On Christmas Day, we noticed a few pansies slouching, slumping and sagging.
But the bees didn't seem to mind.
Pansies are food.
After all, the name, pansy, means "thought" (pensée) in French.
Food for thought...
- Author: Kathy Keatley Garvey
Goodbye, 2013. Hello, 2014.
If you're a beginning driver--or you remember being a beginning driver--your instructor may have admonished: "Look where you're going; not where you've been."
But sometimes, especially at the end of a year, it's good to know where you've been.
Or, in the case of arthropod photography, where the insects and spiders hung out.
If you're like me, you like to prowl their habitats. Sometimes I walk softly and carry a big stick (tripod) but most of the time, I just walk softly.
I focus on their eyes. Their eyes. Their eyes look back at me. Predator or prey? Ignore or confront? Fight or flee?
Not to worry. I am a visitor in their home. I don't poke 'em, prod 'em or pin 'em.

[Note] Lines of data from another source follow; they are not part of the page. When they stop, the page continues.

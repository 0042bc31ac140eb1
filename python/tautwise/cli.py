"""The ``tautwise`` command.

Data go to stdout, everything else to stderr. Exit codes: 0 done, and every limit holds or a window exists; 1 a limit
fails or the window is shut; 2 bad input or usage; 3 could not be settled, cancelled, or another failure of the program
itself. Everything heavy is imported inside the commands, so that ``tautwise --help`` is quick.
"""

from __future__ import annotations

import os
import sys
from collections.abc import Callable, Iterable, Sequence
from typing import TYPE_CHECKING, Any, TypeVar

import click

from tautwise.cli_output import (
    NoOutput,
    flushed,
    print_documents,
    print_json,
    print_text,
    print_texts,
    silence_stdout,
    tell,
)
from tautwise.files import ENDING, not_to_be_written, there_already, unfolded, write_whole

if TYPE_CHECKING:
    from tautwise.model import Project
    from tautwise.text import Ink

T = TypeVar("T")

DONE, FAILS, BAD_INPUT, FAILED = 0, 1, 2, 3


class Careful(click.Command):
    """A command whose errors become messages and exit codes; what it returns is its exit code."""

    def invoke(self, ctx: click.Context) -> Any:
        """Run the command; leaves through `ctx.exit`."""
        from tautwise.errors import InputError, SearchCancelled, TautwiseError

        try:
            code = super().invoke(ctx)
        except InputError as error:
            tell(str(fault) for fault in error.faults)
            code = BAD_INPUT
        except SearchCancelled as stop:
            from tautwise.text_limits import best_so_far

            tell([best_so_far(stop.best)])  # type: ignore[arg-type]
            code = FAILED
        except KeyboardInterrupt:
            tell(["cancelled"])
            code = FAILED
        except TautwiseError as error:
            tell([str(error)])
            code = FAILED
        ctx.exit(code or DONE)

Thankfully, our bee friendly garden in our backyard is not only friendly to bees, but flies, such as robber flies, bee flies and syrphids. The bees? Honey bees, carpenter bees, leafcutting bees, blue orchard bees, sweat bees and European wool carder bees. We see scores of other insects, too, including lady beetles, butterflies, dragonflies, praying mantids, lacewings, and the like. We also welcome arachnids, such as crab spiders, cellar spiders and jumping spiders. We all live together, sometimes not so peacefully. Sometimes not at all. Nature is what it is. And we are what we are. (See some of Bug Squad's favorite images of 2013.)
If you love insect photography, you'll love entomologist/insect photographer Alex Wild's blog, Compound Eye, on scientificamerican.com. (Every time I think of Scientific American, my mind fades back to my high school science project selected for the Pacific Northwest Science Fair at the Oregon Museum of Science and Industry. It won a year's subscription to the magazine. Memories...)
We at the UC Davis Department of Entomology and Nematology know Alex Wild as not only an amazing photographer, specializing in ants, but an alumnus. He received his doctorate here, studying with Professor Phil Ward, a noted ant specialist.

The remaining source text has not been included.